## Required work
Line by line, transcribe the records exactly.
(Source data Opens)
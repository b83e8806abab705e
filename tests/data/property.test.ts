// Property: random small CSV tables (random delimiter, BOM, line ends, quoting, multi-byte names, chunk size) either
// read correctly, with counts equal to a plain tally of the generated table, or fail with an InputError; never any
// other exception. Tables built only from valid values must always read.
import { mkdtempSync, writeFileSync } from 'node:fs';
import { tmpdir } from 'node:os';
import { join } from 'node:path';
import fc from 'fast-check';
import { describe, expect, it } from 'vitest';
import { readCube } from '../../src/data/cube.js';
import { InputError } from '../../src/errors.js';
import { respondentsSource, summarySource } from './sources.js';

const tmp = mkdtempSync(join(tmpdir(), 'warrant-prop-'));
let counter = 0;

const names = ['Brithŵyr', 'Tŷ', 'Łąka', 'Naïve', 'A,B', 'say "x"', 'ok', '🌱'];
const layout = fc.record({
  delimiter: fc.constantFrom(',', ';', '\t'),
  newline: fc.constantFrom('\n', '\r\n'),
  bom: fc.boolean(),
  chunkSize: fc.integer({ min: 1, max: 9 }),
});

function field(v: string, delimiter: string): string {
  return v.includes(delimiter) || v.includes('"') || v.includes('\n') || v.includes('\r') ? `"${v.replace(/"/g, '""')}"` : v;
}

function write(header: string[], rows: string[][], l: { delimiter: string; newline: string; bom: boolean }): string {
  const path = join(tmp, `t${counter++}.csv`);
  const text = [header, ...rows].map((r) => r.map((v) => field(v, l.delimiter)).join(l.delimiter)).join(l.newline) + l.newline;
  writeFileSync(path, (l.bom ? '\uFEFF' : '') + text);
  return path;
}

/** Runs the read; returns the cube, or 'input-error'. Any other exception fails the property. */
async function attempt<T>(p: Promise<T>): Promise<T | 'input-error'> {
  try {
    return await p;
  } catch (e) {
    if (e instanceof InputError) return 'input-error';
    throw e;
  }
}

describe('random CSV tables', () => {
  const countText = fc.oneof(
    fc.integer({ min: 0, max: 500 }).map(String),
    fc.constantFrom('', '-3', '2.5', 'n/a', ' 7 ', '1e2', '0x10', '∞'),
  );

  it('summary tables: an exact tally, or an InputError', async () => {
    const row = fc.tuple(fc.constantFrom(...names), fc.constantFrom('2025', '2026'), countText, countText);
    await fc.assert(
      fc.asyncProperty(fc.array(row, { maxLength: 8 }), layout, async (rows, l) => {
        const path = write(['Group', 'Year', 'Respondents', 'Agreeing'], rows, l);
        const got = await attempt(readCube(summarySource(path), [], 'p.csv', { chunkSize: l.chunkSize }));
        if (got === 'input-error') return;
        // Success: every generated row is one cell with exactly its counts; a row with the marker "n/a" in a count
        // is a suppressed cell with no counts (src/data/table.ts), never a guessed number.
        const marker = (t: string) => t.trim() === 'n/a';
        expect(got.cells.map((c) => [c.dims['Group'], c.dims['Year'], c.n, c.agree, c.suppressed === true])).toEqual(
          rows.map((r) => (marker(r[2]) || marker(r[3]) ? [r[0], r[1], 0, 0, true] : [r[0], r[1], Number(r[2]), Number(r[3]), false])),
        );
        for (const c of got.cells) expect(c.agree).toBeLessThanOrEqual(c.n);
      }),
      { numRuns: 150, seed: 20260115 },
    );
  });

  it('valid summary tables always read', async () => {
    const valid = fc
      .uniqueArray(fc.tuple(fc.constantFrom(...names), fc.constantFrom('2025', '2026')), { minLength: 1, maxLength: 8, selector: (t) => t.join('|') })
      .chain((keys) =>
        fc.tuple(fc.constant(keys), fc.array(fc.tuple(fc.nat(400), fc.double({ min: 0, max: 1, noNaN: true })), { minLength: keys.length, maxLength: keys.length })),
      );
    await fc.assert(
      fc.asyncProperty(valid, layout, async ([keys, counts], l) => {
        const rows = keys.map((k, i) => {
          const [n, share] = counts[i]!;
          return [k[0], k[1], String(n), String(Math.floor(n * share))];
        });
        const path = write(['Group', 'Year', 'Respondents', 'Agreeing'], rows, l);
        const got = await readCube(summarySource(path), ['Group'], 'p.csv', { chunkSize: l.chunkSize });
        expect(got.cells.map((c) => [c.dims['Group'], c.dims['Year'], String(c.n), String(c.agree)])).toEqual(rows);
      }),
      { numRuns: 100, seed: 115 },
    );
  });

  it('respondent tables: a tally of codes 4 and 5 over valid answers, or an InputError', async () => {
    const answer = fc.constantFrom('', '1', '2', '3', '4', '5', '9', '4', '5', '0', '6', 'x', '3.0');
    const person = fc.tuple(fc.constantFrom(...names), answer, answer);
    await fc.assert(
      fc.asyncProperty(fc.array(person, { maxLength: 12 }), layout, async (people, l) => {
        const path = write(['Unit', 'QA', 'QB'], people, l);
        const got = await attempt(
          readCube(respondentsSource(path, { questions: ['QA', 'QB'] }), ['Unit'], 'p.csv', { chunkSize: l.chunkSize }),
        );
        // Plain tally: blanks and 9 (not applicable) are left out; 1-5 count; "3.0" is the whole number 3.
        const tally = new Map<string, { n: number; agree: number }>();
        let bad = false;
        for (const [unit, ...answers] of people) {
          answers.forEach((a, k) => {
            if (a === '' || a === '9') return;
            const code = Number(a);
            if (!(code >= 1 && code <= 5 && Number.isInteger(code))) {
              bad = true;
              return;
            }
            const key = JSON.stringify([unit, k === 0 ? 'QA' : 'QB']);
            const t = tally.get(key) ?? { n: 0, agree: 0 };
            t.n += 1;
            if (code >= 4) t.agree += 1;
            tally.set(key, t);
          });
        }
        if (got === 'input-error') {
          // An error is expected exactly when some answer is invalid, or there are no data rows.
          expect(bad || people.length === 0).toBe(true);
          return;
        }
        expect(bad).toBe(false);
        const seen = new Map(got.cells.map((c) => [JSON.stringify([c.dims['Unit'], c.dims['question']]), { n: c.n, agree: c.agree }]));
        expect(seen).toEqual(tally);
      }),
      { numRuns: 150, seed: 7 },
    );
  });
});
(Source data Closes)
## Exercise answer
repository b83e8806abab705e
filename tests/data/property.test.ts
// Property: random small CSV tables (random delimiter, BOM, line ends, quoting, multi-byte names, chunk size) either
// read correctly, with counts equal to a plain tally of the generated table, or fail with an InputError; never any
// other exception. Tables built only from valid values must always read.
import { mkdtempSync, writeFileSync } from 'node:fs';
import { tmpdir } from 'node:os';
import { join } from 'node:path';
import fc from 'fast-check';
import { describe, expect, it } from 'vitest';
import { readCube } from '../../src/data/cube.js';
import { InputError } from '../../src/errors.js';
import { respondentsSource, summarySource } from './sources.js';

const tmp = mkdtempSync(join(tmpdir(), 'warrant-prop-'));
let counter = 0;

const names = ['Brithŵyr', 'Tŷ', 'Łąka', 'Naïve', 'A,B', 'say "x"', 'ok', '🌱'];
const layout = fc.record({
  delimiter: fc.constantFrom(',', ';', '\t'),
  newline: fc.constantFrom('\n', '\r\n'),
  bom: fc.boolean(),
  chunkSize: fc.integer({ min: 1, max: 9 }),
});

function field(v: string, delimiter: string): string {
  return v.includes(delimiter) || v.includes('"') || v.includes('\n') || v.includes('\r') ? `"${v.replace(/"/g, '""')}"` : v;
}

function write(header: string[], rows: string[][], l: { delimiter: string; newline: string; bom: boolean }): string {
  const path = join(tmp, `t${counter++}.csv`);
  const text = [header, ...rows].map((r) => r.map((v) => field(v, l.delimiter)).join(l.delimiter)).join(l.newline) + l.newline;
  writeFileSync(path, (l.bom ? '\uFEFF' : '') + text);
  return path;
}

/** Runs the read; returns the cube, or 'input-error'. Any other exception fails the property. */
async function attempt<T>(p: Promise<T>): Promise<T | 'input-error'> {
  try {
    return await p;
  } catch (e) {
    if (e instanceof InputError) return 'input-error';
    throw e;
  }
}

describe('random CSV tables', () => {
  const countText = fc.oneof(
    fc.integer({ min: 0, max: 500 }).map(String),
    fc.constantFrom('', '-3', '2.5', 'n/a', ' 7 ', '1e2', '0x10', '∞'),
  );

  it('summary tables: an exact tally, or an InputError', async () => {
    const row = fc.tuple(fc.constantFrom(...names), fc.constantFrom('2025', '2026'), countText, countText);
    await fc.assert(
      fc.asyncProperty(fc.array(row, { maxLength: 8 }), layout, async (rows, l) => {
        const path = write(['Group', 'Year', 'Respondents', 'Agreeing'], rows, l);
        const got = await attempt(readCube(summarySource(path), [], 'p.csv', { chunkSize: l.chunkSize }));
        if (got === 'input-error') return;
        // Success: every generated row is one cell with exactly its counts; a row with the marker "n/a" in a count
        // is a suppressed cell with no counts (src/data/table.ts), never a guessed number.
        const marker = (t: string) => t.trim() === 'n/a';
        expect(got.cells.map((c) => [c.dims['Group'], c.dims['Year'], c.n, c.agree, c.suppressed === true])).toEqual(
          rows.map((r) => (marker(r[2]) || marker(r[3]) ? [r[0], r[1], 0, 0, true] : [r[0], r[1], Number(r[2]), Number(r[3]), false])),
        );
        for (const c of got.cells) expect(c.agree).toBeLessThanOrEqual(c.n);
      }),
      { numRuns: 150, seed: 20260115 },
    );
  });

  it('valid summary tables always read', async () => {
    const valid = fc
      .uniqueArray(fc.tuple(fc.constantFrom(...names), fc.constantFrom('2025', '2026')), { minLength: 1, maxLength: 8, selector: (t) => t.join('|') })
      .chain((keys) =>
        fc.tuple(fc.constant(keys), fc.array(fc.tuple(fc.nat(400), fc.double({ min: 0, max: 1, noNaN: true })), { minLength: keys.length, maxLength: keys.length })),
      );
    await fc.assert(
      fc.asyncProperty(valid, layout, async ([keys, counts], l) => {
        const rows = keys.map((k, i) => {
          const [n, share] = counts[i]!;
          return [k[0], k[1], String(n), String(Math.floor(n * share))];
        });
        const path = write(['Group', 'Year', 'Respondents', 'Agreeing'], rows, l);
        const got = await readCube(summarySource(path), ['Group'], 'p.csv', { chunkSize: l.chunkSize });
        expect(got.cells.map((c) => [c.dims['Group'], c.dims['Year'], String(c.n), String(c.agree)])).toEqual(rows);
      }),
      { numRuns: 100, seed: 115 },
    );
  });

  it('respondent tables: a tally of codes 4 and 5 over valid answers, or an InputError', async () => {
    const answer = fc.constantFrom('', '1', '2', '3', '4', '5', '9', '4', '5', '0', '6', 'x', '3.0');
    const person = fc.tuple(fc.constantFrom(...names), answer, answer);
    await fc.assert(
      fc.asyncProperty(fc.array(person, { maxLength: 12 }), layout, async (people, l) => {
        const path = write(['Unit', 'QA', 'QB'], people, l);
        const got = await attempt(
          readCube(respondentsSource(path, { questions: ['QA', 'QB'] }), ['Unit'], 'p.csv', { chunkSize: l.chunkSize }),
        );
        // Plain tally: blanks and 9 (not applicable) are left out; 1-5 count; "3.0" is the whole number 3.
        const tally = new Map<string, { n: number; agree: number }>();
        let bad = false;
        for (const [unit, ...answers] of people) {
          answers.forEach((a, k) => {
            if (a === '' || a === '9') return;
            const code = Number(a);
            if (!(code >= 1 && code <= 5 && Number.isInteger(code))) {
              bad = true;
              return;
            }
            const key = JSON.stringify([unit, k === 0 ? 'QA' : 'QB']);
            const t = tally.get(key) ?? { n: 0, agree: 0 };
            t.n += 1;
            if (code >= 4) t.agree += 1;
            tally.set(key, t);
          });
        }
        if (got === 'input-error') {
          // An error is expected exactly when some answer is invalid, or there are no data rows.
          expect(bad || people.length === 0).toBe(true);
          return;
        }
        expect(bad).toBe(false);
        const seen = new Map(got.cells.map((c) => [JSON.stringify([c.dims['Unit'], c.dims['question']]), { n: c.n, agree: c.agree }]));
        expect(seen).toEqual(tally);
      }),
      { numRuns: 150, seed: 7 },
    );
  });
});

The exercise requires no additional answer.